Looking at USB, I see this weirdness:

$ grep "BCM\|000272C95496" dmesg.*
dmesg.bad:usb 4-2: Product: BCM20702A0
dmesg.bad:usb 4-2: SerialNumber: 000272C95496
dmesg.bad:Bluetooth: hci0: BCM: chip id 63
dmesg.bad:Bluetooth: hci0: BCM: features 0x07
dmesg.bad:Bluetooth: hci0: BCM20702A
dmesg.bad:Bluetooth: hci0: BCM20702A1 (001.002.014) build 0000
dmesg.bad:Bluetooth: hci0: BCM20702A1 (001.002.014) build 1338
dmesg.good:usb 4-2: Product: BCM920702 Bluetooth 4.0
dmesg.good:usb 4-2: SerialNumber: 000272C95496
dmesg.good:Bluetooth: hci0: BCM: chip id 63
dmesg.good:Bluetooth: hci0: BCM: features 0x07
dmesg.good:Bluetooth: hci0: BCM20702A1 (001.002.014) build 1338
dmesg.good:Bluetooth: hci0: BCM20702A1 (001.002.014) build 1338

Looks like the same device, but for some reason it identifies
differently. Added some Bluetooth guys in case they have an idea;
I sure don't.

> > I wouldn't mind, but it finds it early in the piece, and that
> > changes the PCI allocation of my Ethernet board from 02:06.0 to
> > 03:06.0, and, with systemd, Linux comes up with no network
> > connection.
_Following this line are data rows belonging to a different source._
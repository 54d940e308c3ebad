// `npm run load`: the load test of issue 8. Starts a server in its own process on loopback with a temporary data
// directory, stores a site with 1 000 000 samples through the upload API, signs in, then for `--duration`
// seconds sends the repeated site summary over `--connections` connections (autocannon) while a second
// autocannon measures GET /api/health. Then the same while 1 000 000-row logs are ingested into other
// campaigns one after another. Prints requests/s, p50/p95/p99 and errors of each, the server's memory, and
// writes them under the `load` key of bench/results.json (`loadIdentity` with --identity). Loopback only; bounded in time and in ingests.
//
//   npm run load                                   # the full run (about 3 minutes)
//   npm run load -- --rows 5000 --duration 2 --connections 5 --out /tmp/load.json    # a smoke run
//   npm run load -- --identity                     # readers that do not accept gzip (every answer sent uncompressed)
//
// The readers send the Accept-Encoding a browser sends (gzip, deflate, br, zstd), so cached answers go out in gzip
// as they do to the web app; --identity measures the uncompressed case.
import { spawn } from "node:child_process";
import { existsSync, mkdtempSync, readFileSync, rmSync, writeFileSync } from "node:fs";
import { cpus, tmpdir, totalmem } from "node:os";
import { dirname, join, resolve } from "node:path";
import { fileURLToPath } from "node:url";
import { benchLog, freePort, peakRssMb, signInAsLead, uploadAndWait, waitForHealth } from "./ingest.ts";
import { serverCommand } from "../scripts/server-bundle.mjs";

const root = join(dirname(fileURLToPath(import.meta.url)), "..");
const serverDir = join(root, "apps/server");
const PASSWORD = "load-password-1";
const SITE = { latitude: -27.42, longitude: -70.15, elevationM: 2650 };
const MONITOR = { apertureMm: 60, baselineMm: 200, wavelengthNm: 500, response: "z-tilt" as const };
/** Connections of the /api/health probe: a few, so it measures waiting, not its own load. */
const HEALTH_CONNECTIONS = 2;
/** Targets of issue 8, printed beside the figures. */
const TARGETS = { summaryRequestsPerS: 200, summaryP99Ms: 250, healthP99Ms: 50 };

interface Flags {
  rows: number;
  durationS: number;
  connections: number;
  maxIngests: number;
  out: string;
  /** Readers that accept no compression (Accept-Encoding: identity) instead of a browser's. */
  identity: boolean;
}

/** What Chromium sends: the readers of the load test are browsers. */
const BROWSER_ACCEPT_ENCODING = "gzip, deflate, br, zstd";

function parseFlags(argv: readonly string[]): Flags {
  const flags: Flags = { rows: 1_000_000, durationS: 30, connections: 50, maxIngests: 6, out: join(root, "bench", "results.json"), identity: false };
  for (let index = 0; index < argv.length; index += 2) {
    const flag = argv[index];
    if (flag === "--identity") {
      flags.identity = true;
      index -= 1;
      continue;
    }
    const value = argv[index + 1];
    const number = Number(value);
    if (flag === "--rows" && number >= 100) flags.rows = Math.floor(number);
    else if (flag === "--duration" && number >= 1 && number <= 120) flags.durationS = number;
    else if (flag === "--connections" && number >= 1 && number <= 200) flags.connections = Math.floor(number);
    else if (flag === "--max-ingests" && number >= 1 && number <= 20) flags.maxIngests = Math.floor(number);
    else if (flag === "--out" && value !== undefined) flags.out = resolve(value);
    else throw new Error(`load: unknown or out-of-range flag ${String(flag)} ${String(value)} (flags: --rows N≥100 --duration 1..120 s --connections 1..200 --max-ingests 1..20 --out FILE --identity)`);
  }
  return flags;
}

/** Resident memory now (VmRSS) of a process in MB; Linux only. */
function rssMb(pid: number): number {
  const match = /VmRSS:\s+(\d+)\s+kB/.exec(readFileSync(`/proc/${pid}/status`, "utf8"));
  return match ? Math.round(Number(match[1]) / 1024) : Number.NaN;
}

export interface LoadFigures {
  requestsPerS: number;
  requests: number;
  p50Ms: number;
  p95Ms: number;
  p99Ms: number;
  maxMs: number;
  errors: number;
  non2xx: number;
}

/**
 * Runs the summary and health measurements at the same moment, each in a process of its own (bench/hammer.mjs), so
 * they never share an event loop with each other or with this script: a health request's time is the server's.
 */
async function hammerBoth(summaryUrl: string, healthUrl: string, cookie: string, acceptEncoding: string, connections: number, durationS: number): Promise<[LoadFigures, LoadFigures]> {
  const startAtMs = Date.now() + 1000;
  const run = (url: string, runConnections: number) =>
    new Promise<LoadFigures>((resolvePromise, reject) => {
      const child = spawn(process.execPath, [join(root, "bench/hammer.mjs"), url, String(runConnections), String(durationS), String(startAtMs)], {
        cwd: root,
        env: { ...process.env, CALMCREST_LOAD_COOKIE: cookie, CALMCREST_LOAD_ACCEPT_ENCODING: acceptEncoding },
        stdio: ["ignore", "pipe", "inherit"],
      });
      const out: Buffer[] = [];
      child.stdout.on("data", (chunk: Buffer) => out.push(chunk));
      child.on("error", reject);
      child.on("close", (code) => {
        if (code !== 0) return reject(new Error(`bench/hammer.mjs exited with code ${String(code)}`));
        resolvePromise(JSON.parse(Buffer.concat(out).toString("utf8")) as LoadFigures);
      });
    });
  return Promise.all([run(summaryUrl, connections), run(healthUrl, HEALTH_CONNECTIONS)]);
}

function describe(name: string, figures: LoadFigures): string {
  return `${name.padEnd(30)} ${String(figures.requestsPerS).padStart(8)} req/s  p50 ${figures.p50Ms} ms  p95 ${figures.p95Ms} ms  p99 ${figures.p99Ms} ms  max ${figures.maxMs} ms  errors ${figures.errors}  non-2xx ${figures.non2xx}`;
}

export async function runLoad(flags: Flags): Promise<Record<string, unknown>> {
  const logPath = await benchLog(flags.rows);
  const dataDir = mkdtempSync(join(tmpdir(), "calmcrest-load-data-"));
  const port = await freePort();
  const base = `http://127.0.0.1:${port}`;
  // One node process (tsx as a loader, not its CLI wrapper), so its /proc status is the server's own memory.
  // BENCH_PROF=<dir>: the server writes a CPU profile of each of its threads there (node --cpu-prof) when it stops.
  const server = spawn(process.execPath, [...(process.env.BENCH_PROF ? ["--cpu-prof", `--cpu-prof-dir=${process.env.BENCH_PROF}`] : []), ...serverCommand().args], {
    cwd: serverDir,
    env: { ...process.env, PORT: String(port), HOST: "127.0.0.1", CALMCREST_DATA_DIR: dataDir, CALMCREST_SEED: "users", DEMO_PASSWORD: PASSWORD, NODE_ENV: "development" },
    stdio: ["ignore", "ignore", "inherit"],
  });
  const pid = server.pid ?? 0;
  try {
    await waitForHealth(base, server, 60_000);
    const { headers, postJson: post } = await signInAsLead(base, PASSWORD);
    // The site under load: one campaign with the whole log.
    const site = await post("/api/sites", { name: "Load Ridge", ...SITE });
    const campaign = await post(`/api/sites/${site.id}/campaigns`, { name: "Load campaign", monitor: MONITOR });
    const samplesStored = await uploadAndWait(base, headers, campaign.id, logPath, "load.csv");
    const summaryUrl = `${base}/api/sites/${site.id}/summary`;
    const coldStartMs = performance.now();
    const first = await fetch(summaryUrl, { headers });
    const summaryBytes = (await first.arrayBuffer()).byteLength;
    // The bytes on the wire for the readers' Accept-Encoding (fetch above inflated what it got).
    const acceptEncoding = flags.identity ? "identity" : BROWSER_ACCEPT_ENCODING;
    const sentBytes = Number((await fetch(summaryUrl, { method: "HEAD", headers: { ...headers, "Accept-Encoding": acceptEncoding } })).headers.get("content-length"));
    if (!first.ok) throw new Error(`summary: ${first.status}`);
    const summaryColdMs = Math.round(performance.now() - coldStartMs);
    console.log(`load: ${samplesStored} samples stored; first summary ${summaryColdMs} ms (${Math.round(summaryBytes / 1024)} KiB; ${Math.round(sentBytes / 1024)} KiB sent to readers accepting "${acceptEncoding}")`);

    console.log(`load: ${flags.connections} connections on the repeated summary and ${HEALTH_CONNECTIONS} on /api/health for ${flags.durationS} s…`);
    const [summary, health] = await hammerBoth(summaryUrl, `${base}/api/health`, headers.Cookie ?? "", acceptEncoding, flags.connections, flags.durationS);
    console.log(describe("repeated summary", summary));
    console.log(describe("/api/health", health));
    const rssAfterSummaryMb = rssMb(pid);

    // The same while logs are ingested: the same file into fresh campaigns of another site, one after another,
    // for the whole run (each is a new upload: the same bytes in another campaign are not a duplicate).
    const otherSite = await post("/api/sites", { name: "Load Saddle", ...SITE });
    let ingesting = true;
    let ingestsDone = 0;
    let ingestBusyMs = 0;
    const ingestLoop = (async () => {
      for (let count = 0; count < flags.maxIngests && ingesting; count += 1) {
        const target = await post(`/api/sites/${otherSite.id}/campaigns`, { name: `Ingest ${count + 1}`, monitor: MONITOR });
        const startedMs = performance.now();
        await uploadAndWait(base, headers, target.id, logPath, "load.csv");
        ingestBusyMs += performance.now() - startedMs;
        ingestsDone += 1;
      }
    })();
    // Let the first ingest start before measuring.
    await new Promise((resolveWait) => setTimeout(resolveWait, 300));
    console.log(`load: the same during ${flags.rows}-row ingests…`);
    const loadStartMs = performance.now();
    const [summaryDuringIngest, healthDuringIngest] = await hammerBoth(summaryUrl, `${base}/api/health`, headers.Cookie ?? "", acceptEncoding, flags.connections, flags.durationS);
    const loadMs = performance.now() - loadStartMs;
    ingesting = false;
    await ingestLoop;
    console.log(describe("repeated summary, ingesting", summaryDuringIngest));
    console.log(describe("/api/health, ingesting", healthDuringIngest));
    console.log(`load: ${ingestsDone} ingest(s) of ${flags.rows} rows finished, about ${Math.round(ingestBusyMs / 1000)} s of ingest against ${Math.round(loadMs / 1000)} s measured`);

    // Memory with several campaigns of samples held: a summary of each of them (loads their columns in the worker).
    const campaigns = (await (await fetch(`${base}/api/sites/${otherSite.id}`, { headers })).json()) as { campaigns: { id: number }[] };
    for (const each of campaigns.campaigns) await (await fetch(`${base}/api/campaigns/${each.id}/summary`, { headers })).arrayBuffer();
    await (await fetch(`${base}/api/sites/${otherSite.id}/summary`, { headers })).arrayBuffer();
    const rssAfterAllMb = rssMb(pid);

    const meets = (figures: LoadFigures) => figures.requestsPerS >= TARGETS.summaryRequestsPerS && figures.p99Ms <= TARGETS.summaryP99Ms && figures.errors + figures.non2xx === 0;
    const result = {
      date: new Date().toISOString(),
      machine: { cpu: cpus()[0]?.model ?? "unknown", cores: cpus().length, memoryGb: Number((totalmem() / 2 ** 30).toFixed(1)), node: process.version },
      rows: flags.rows,
      samplesStored,
      connections: flags.connections,
      healthConnections: HEALTH_CONNECTIONS,
      durationS: flags.durationS,
      summaryColdMs,
      summaryKiB: Math.round(summaryBytes / 1024),
      acceptEncoding,
      summarySentKiB: Math.round(sentBytes / 1024),
      summary,
      health,
      summaryDuringIngest,
      healthDuringIngest,
      ingestsDuringLoad: ingestsDone,
      ingestBusyS: Math.round(ingestBusyMs / 100) / 10,
      campaignsOfSamples: 1 + ingestsDone,
      serverRssAfterSummaryMb: rssAfterSummaryMb,
      serverRssAfterAllCampaignsMb: rssAfterAllMb,
      serverPeakRssMb: Math.round(peakRssMb(pid)),
      targets: TARGETS,
      targetsMet: {
        summary: meets(summary),
        summaryDuringIngest: meets(summaryDuringIngest),
        health: health.p99Ms <= TARGETS.healthP99Ms && health.errors + health.non2xx === 0,
        healthDuringIngest: healthDuringIngest.p99Ms <= TARGETS.healthP99Ms && healthDuringIngest.errors + healthDuringIngest.non2xx === 0,
      },
    };
    console.log(`load: server memory ${rssAfterSummaryMb} MB after the summary run, ${rssAfterAllMb} MB with ${1 + ingestsDone} campaigns of samples summarised, peak ${result.serverPeakRssMb} MB`);
    console.log(`load: targets met: ${JSON.stringify(result.targetsMet)}`);
    return result;
  } finally {
    server.kill("SIGTERM");
    await new Promise((resolveExit) => server.once("exit", resolveExit));
    rmSync(dataDir, { recursive: true, force: true });
  }
}

if (process.argv[1] && fileURLToPath(import.meta.url) === process.argv[1]) {
  const flags = parseFlags(process.argv.slice(2));
  const result = await runLoad(flags);
  // bench/results.json keeps the other benchmarks' figures; the load test owns its `load` key (`loadIdentity` for
  // readers that accept no compression).
  const key = flags.identity ? "loadIdentity" : "load";
  const previous: Record<string, unknown> = existsSync(flags.out) ? (JSON.parse(readFileSync(flags.out, "utf8")) as Record<string, unknown>) : {};
  writeFileSync(flags.out, `${JSON.stringify({ ...previous, [key]: result }, null, 2)}\n`);
  console.log(`written: ${flags.out} (key "${key}")`);
}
A reboot fixes it, mostly.
> >
> > Here's the first few lines of 'lspci' when Linux doesn't find the
> > extra device
> >
> > > 00:00.0 Host bridge: Advanced Micro Devices, Inc. [AMD/ATI] RD9x0/RX980 Host Bridge (rev 02)
> > > 00:00.2 IOMMU: Advanced Micro Devices, Inc. [AMD/ATI] RD890S/RD990 I/O Memory Management Unit (IOMMU)
> > > 00:02.0 PCI bridge: Advanced Micro Devices, Inc. [AMD/ATI] RD890/RD9x0/RX980 PCI to PCI bridge (PCI Express GFX port 0)
> > > 00:11.0 SATA controller: Advanced Micro Devices, Inc. [AMD/ATI] SB7x0/SB8x0/SB9x0 SATA Controller [AHCI mode] (rev 40)
> >
> > and here's the same thing when it does:
> >
> > > 00:00.0 Host bridge: Advanced Micro Devices, Inc. [AMD/ATI] RD9x0/RX980 Host Bridge (rev 02)
> > > 00:00.2 IOMMU: Advanced Micro Devices, Inc. [AMD/ATI] RD890S/RD990 I/O Memory Management Unit (IOMMU)
> > > 00:02.0 PCI bridge: Advanced Micro Devices, Inc. [AMD/ATI] RD890/RD9x0/RX980 PCI to PCI bridge (PCI Express GFX port 0)
> > > 00:09.0 PCI bridge: Advanced Micro Devices, Inc. [AMD/ATI] RD890/RD9x0/RX980 PCI to PCI bridge (PCI Express GPP Port 4)
> > > 00:11.0 SATA controller: Advanced Micro Devices, Inc. [AMD/ATI] SB7x0/SB8x0/SB9x0 SATA Controller [AHCI mode] (rev 40)
> > > 00:12.0 USB controller: Advanced Micro Devices, Inc. [AMD/ATI] SB7x0/SB8x0/SB9x0 USB OHCI0 Controller
> >
> > The 00:09.0 device is the extra one. Anything else I can provide to assist?